Remember when we were kids and had to figure out how to deal with problems way bigger than us? We all came up with our own little tricks - read coping mechanisms - usually without a wise, tuned-in adult around to help. Now, let me be clear—this isn’t about blaming anyone, it's about gaining clarity.
Now let’s unpack what that looked like because it's not as simple as it seems.
Maybe we had adults in our lives who were wise and compassionate. But:
1. They might not have been there at that exact moment when we needed them. Or they were there, but didn't notice we were struggling.
2. They might have been present and kind but just didn’t have the right tools to help us make better choices around our problems.
3. Or, they had all the tools in the world and all the compassion too, but they were distracted. (Life happens, right?)
This isn’t about pointing fingers. It's just how things go. We, as kids, didn’t have the skills to figure life out, and neither did the adults around us all the time. And guess what? When we internalized those coping mechanisms, we were under the age of 12. Some even say before 8. So really, how could we be to blame?
Fast forward to today...
Now here we are—adults with jobs, kids, responsibilities. But those old coping mechanisms? Surprisingly, they're still hanging out with us, running the show in sneaky ways. They show up when we're stressed, tired, or just trying to make it through the day.
As Carl Jung said, our job now is to become aware of those automatic habits and grow beyond them. Sounds easy, right? Except… these habits are deep. And trying to change them by sheer force of will is a recipe for burnout.
So, what do we do? We need a new approach—one that doesn’t involve us turning into drill sergeants with ourselves. And here's where it gets tricky: a lot of us have a deep, ingrained belief that we can’t be kind to ourselves AND get stuff done. We think if we’re too nice to ourselves, we’ll get lazy, everything will fall apart, and next thing you know, we’re in trouble with the imaginary adults in our heads—parents, teachers, religious figures, you name it.
This is where our brains freeze up. How are we supposed to be kind to ourselves AND change these old, automatic behaviors?
When you're at your weakest, old habits win
Here’s the kicker: when we’re exhausted, triggered, or under pressure, we’re at our most vulnerable. That’s when our old habits swoop in, and we beat ourselves up about it afterward. It’s a vicious cycle: we feel guilty, ashamed, defeated—and then, boom!—we’re back to the same old behavior.
One of my clients, for example, is a physician who’s working on curbing her late-night snacking habit. She’s pretty good during the day—she’s aware, only eats when she’s hungry, the whole bit. But come nighttime? She’s snacking without even realizing it. It’s like autopilot takes over.
When I coached her, we dug into why. Turns out, by the time she’s wrapping up her workday—still trying to finish charts, exhausted, and mentally drained—her willpower is out the window. She’s heading straight to the pantry without even feeling hungry.

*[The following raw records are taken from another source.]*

#[cfg(test)]
mod tests {
    #![allow(clippy::unwrap_used)]
    use super::*;

    fn record(text: &str) -> StockRecord {
        StockRecord::new("drawer.csv", &Stock::read(text.as_bytes()).unwrap())
    }

    fn table(text: &str, width: usize) -> String {
        let mut bytes = Vec::new();
        write_stock_table(&record(text), width, &mut bytes).unwrap();
        String::from_utf8(bytes).unwrap()
    }

    fn json(text: &str) -> serde_json::Value {
        let mut bytes = Vec::new();
        write_stock_json(&record(text), &mut bytes).unwrap();
        serde_json::from_slice(&bytes).unwrap()
    }

    const DRAWER: &str = "\
kind,value,qty,tol,tc,dielectric,price,id,measured,note
R,4k7,1500,1%,±50,,$0.02,a,,
C,10n,3,J,-200,PP,$0.2,m1,9.93n,old
C,4p7,,0.25pF,,np0,0.05 EUR,,,
C,100n,40,K,,X7R,,,,
C,1u,,M,,Y5V,,,,
C,10n,-1,5,,PP,,,,
R,1k,1,1%,,,,,,,1
";

    #[test]
    fn what_was_read_is_shown_with_what_is_wrong_and_odd() {
        insta::assert_snapshot!(table(DRAWER, 80), @r#"
        Stock list: drawer.csv
        Cells:      comma between them, decimal point in numbers
        Lines:      7, of which 2 cannot be used
        Resistors:  1 line, 1,500 pieces, 1 value
        Capacitors: 4 lines, 2 of unknown quantity, 41 pieces, 4 values, 1 measured
        Class 2:    X7R (1 line, 40 pieces), Y5V (1 line, quantity unknown): the
                    capacitance moves with temperature, voltage and age; such a
                    capacitor does not belong where it sets the response
        Columns:    kept, but not used: note

        Resistors, in ohms:
        line  value  quantity  tolerance  tempco  price  id
                                           ppm/K      $
        ---------------------------------------------------
           2    4k7     1,500       ±1 %     ±50   0.02  a

        Capacitors, in farads:
        line  value  quantity  tolerance  tempco  dielectric     price  id  measured
                                           ppm/K
        ----------------------------------------------------------------------------
           3    10n         1       ±5 %    -200  PP            0.20 $  m1      9n93
           4    4p7         -   ±0.25 pF       -  C0G         0.05 EUR  -          -
           5   100n        40      ±10 %       -  X7R                -  -          -
           6     1u         -      ±20 %       -  Y5V                -  -          -

        Wrong, so the line is not used:
          line 7: column "qty": "-1" is no quantity: expected a whole number from 0 to
                  1000000000, for example 25
          line 7: column "tol": "5" has no unit: write 5 % if it is a percentage
          line 8: the line has 11 cells where the header has 10, and "1" stands beyond
                  it: put a cell that holds the separator ',' in quotes

        Odd:
          line 3: column "qty": a measured value belongs to one part, but the quantity
                  is 3: only one is counted, give each part its own line
          line 4: column "qty": the quantity is missing: it is not known how many there
                  are
          line 4: column "price": the price is in EUR, the one in line 2 in $: nothing
                  is converted
          line 6: column "qty": the quantity is missing: it is not known how many there
                  are
        "#);
    }

    #[test]
    fn columns_that_hold_nothing_are_left_out() {
        insta::assert_snapshot!(table("kind;value\nR;4,7\n", 80), @r"
        Stock list: drawer.csv
        Cells:      semicolon between them, decimal comma in numbers
        Lines:      1
        Resistors:  1 line, quantity unknown, 1 value

        Resistors, in ohms:
        line  value
        -----------
           2    4R7

        Odd:
          line 1: there is no column for the quantity: it is not known how many there
                  are of anything
        ");
        insta::assert_snapshot!(table("kind\tvalue\n", 80), @r"
        Stock list: drawer.csv
        Cells:      tab between them, decimal point in numbers
        Lines:      0

        Odd:
          line 1: no part is listed below the header
        ");
    }

    #[test]
    fn quantities_are_summed_as_far_as_they_are_known() {
        let amount = |text: &str| record(text).kinds[0].amount;
        let text = "kind,value,qty,measured,id\nR,1k,7,,\nR,1k,,,\nR,1k,5,1.01k,a\nR,1k,,1.02k,b\nR,2k,0,,\n";
        assert_eq!(amount(text), AmountOfStock { lines: 5, pieces: 9, lines_without_quantity: 1 });
        assert_eq!((record(text).kinds[0].values, record(text).kinds[0].measured), (2, 2));
        let most =
            "kind,value,qty\nR,1k,1000000000\nR,1k,1000000000\nR,1k,1000000000\nR,1k,1000000000\nR,1k,1000000000\n";
        assert_eq!(amount(most).pieces, 5_000_000_000);
        let words = |lines, pieces, lines_without_quantity| {
            amount_in_words(&AmountOfStock { lines, pieces, lines_without_quantity }).replace('\u{a0}', " ")
        };
        assert_eq!(words(1, 1, 0), "1 line, 1 piece");
        assert_eq!(words(2, 0, 2), "2 lines, quantity unknown");
        assert_eq!(words(2, 0, 1), "2 lines, 1 of unknown quantity, 0 pieces");
    }

    #[test]
    fn class_2_counts_capacitors_alone() {
        let found =
            record("kind,value,qty,dielectric\nC,1n,2,x7r\nC,2n,3,X7R\nR,1k,9,X7R\nC,1n,5,C0G\nC,1u,,Z5U\n").class_2;
        let shown: Vec<_> =
            found.iter().map(|one| (one.dielectric.as_str(), one.amount.lines, one.amount.pieces)).collect();
        assert_eq!(shown, [("X7R", 2, 5), ("Z5U", 1, 0)]);
    }

    #[test]
    fn json_is_in_si_units_and_unrounded() {
        let value = json(DRAWER);
        assert_eq!((&value["format"], &value["name"]), (&"roundwell-stock/1".into(), &"drawer.csv".into()));
        assert_eq!((&value["separator"], &value["decimal_mark"]), (&",".into(), &".".into()));
        assert_eq!((&value["usable_lines"], &value["faulty_lines"]), (&5.into(), &2.into()));
        let resistor = &value["lines"][0];
        assert_eq!((&resistor["kind"], &resistor["value"]), (&"R".into(), &4700.0.into()));
        assert_eq!(resistor["tolerance"]["relative"], serde_json::json!([0.01, 0.01]));
        assert_eq!(resistor["tolerance"]["absolute"], serde_json::Value::Null);
        assert_eq!(resistor["temperature_coefficient"]["spread_ppm_per_kelvin"], 50.0);
        assert_eq!((&resistor["price"]["amount"], &resistor["price"]["currency"]), (&0.02.into(), &"$".into()));
        assert_eq!(resistor["extra"], serde_json::json!({}));
        let measured = &value["lines"][1];
        // More than one of a measured part is not there.
        assert_eq!((&measured["quantity"], &measured["available"]), (&3.into(), &1.into()));
        assert_eq!((&measured["measured"], &measured["measured_notation"]), (&9.93e-9.into(), &"9n93".into()));
        assert_eq!(measured["temperature_coefficient"]["mean_ppm_per_kelvin"], -200.0);
        assert_eq!(measured["extra"], serde_json::json!({"note": "old"}));
        let small = &value["lines"][2];
        assert_eq!((&small["quantity"], &small["id"]), (&serde_json::Value::Null, &serde_json::Value::Null));
        assert_eq!(small["tolerance"]["absolute"], 0.25e-12);
        assert_eq!((&small["dielectric"], &small["dielectric_class"]), (&"C0G".into(), &1.into()));
        assert_eq!(value["lines"][3]["dielectric_class"], 2);
        assert_eq!(value["kinds"][1]["lines_without_quantity"], 2);
    }

    /// Every fault carries the very text of the file, wherever one text is wrong.
    #[test]
    fn faults_carry_the_wrong_text() {
        let header = "kind;value;quantity;tolerance;tc;price;measured";
        for (line, text) in [
            ("L;1k", Some("L")),
            (";1k", Some("")),
            ("R;", Some("")),
            ("R;4,k7", Some("4,k7")),
            ("R;1,000", Some("1,000")),
            ("R;1,000.5", Some("1,000.5")),
            ("R;10nF", Some("10nF")),
            ("R;0", Some("0")),
            ("R;1e99", Some("1e99")),
            ("R;12345678901234567890123", Some("12345678901234567890123")),
            ("C;1M", Some("1M")),
            ("C;1f", Some("1f")),
            ("R;1k;2.5", Some("2.5")),
            ("R;1k;;5", Some("5")),
            ("R;1k;;0 %", Some("0 %")),
            ("R;1k;;good", Some("good")),
            ("R;1k;;;cold", Some("cold")),
            ("R;1k;;;;free", Some("free")),
            ("R;1k;;;;;ten", Some("ten")),
            ("R;1k;;;;;;more", Some("more")),
            ("R;\"1k", None),
        ] {
            let faults = record(&format!("{header}\n{line}\n")).faults;
            assert_eq!(faults.len(), 1, "{line}: {faults:?}");
            assert_eq!((faults[0].line, faults[0].text.as_deref()), (2, text), "{line}: {faults:?}");
            if let Some(text) = text.filter(|text| !text.is_empty()) {
                assert!(faults[0].message.contains(text), "{faults:?}");
            }
        }
    }

    #[test]
    fn lines_keep_to_the_width_and_control_characters_out() {
        let text = "kind,value,qty,tol,tc,dielectric,price,\"id\",measured,\"\u{1b}[31m\nnote\"\n\
                    C,10n,1,-20/+80%,-750±120,\"old\npaper \u{1b}[0m\",0.000125 EUR,\"a \u{7}long name of a part\",9.87654n,x\n\
                    C,10n,1,-20/+80%,-750±120,X7R,1 $,b,\"bad\u{1b}[2J\",x\n";
        for width in [40, 80] {
            let shown = table(text, width);
            assert!(shown.lines().all(|line| line.chars().count() <= width), "{shown}");
            assert!(shown.chars().all(|sign| sign == '\n' || !sign.is_control()), "{shown:?}");
            assert!(shown.contains("9n87654") && shown.contains("class"), "{shown}");
        }
    }
}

But then she had an “aha” moment. She realized she wasn’t doing herself any favors by waiting until the hardest time of the day to practice a new, compassionate response. She saw that if she didn’t wait until Thursday night, when she’s at her lowest point, but instead filled her tank every day with some self-kindness, she wouldn’t be so depleted by the end of the week.
By building some healthy, compassionate practices into her daily routine, she could avoid hitting empty. Think of it this way: instead of running her tank down to fumes and then wondering why she can’t think straight, she could keep it topped up with small acts of self-care throughout the week.
So, how do we do this?
The key is consistency. Don’t wait until you’re at your most exhausted, most frustrated, most depleted to try and break an old habit. Instead, build a daily routine that gives you that emotional and mental energy before you hit rock bottom.
Whether it’s taking five minutes to check in with yourself, journaling about your day, or even just reminding yourself that it’s okay to rest, these small acts of self-kindness keep your tank full. And when your tank is full, you’re much less likely to fall back on those old coping mechanisms you picked up as a kid.
This way, you’re not trying to solve grown-up problems with the skills of a 7-year-old. You’re stepping into your adult self—strong, compassionate, and totally capable of change. Because when you fill your tank daily, you’re setting yourself up for success, not survival.
Don’t wait for the wheels to fall off. Keep your emotional and mental energy up every day, and watch how much easier it gets to break those old, automatic habits—no violent, negative self-talk required!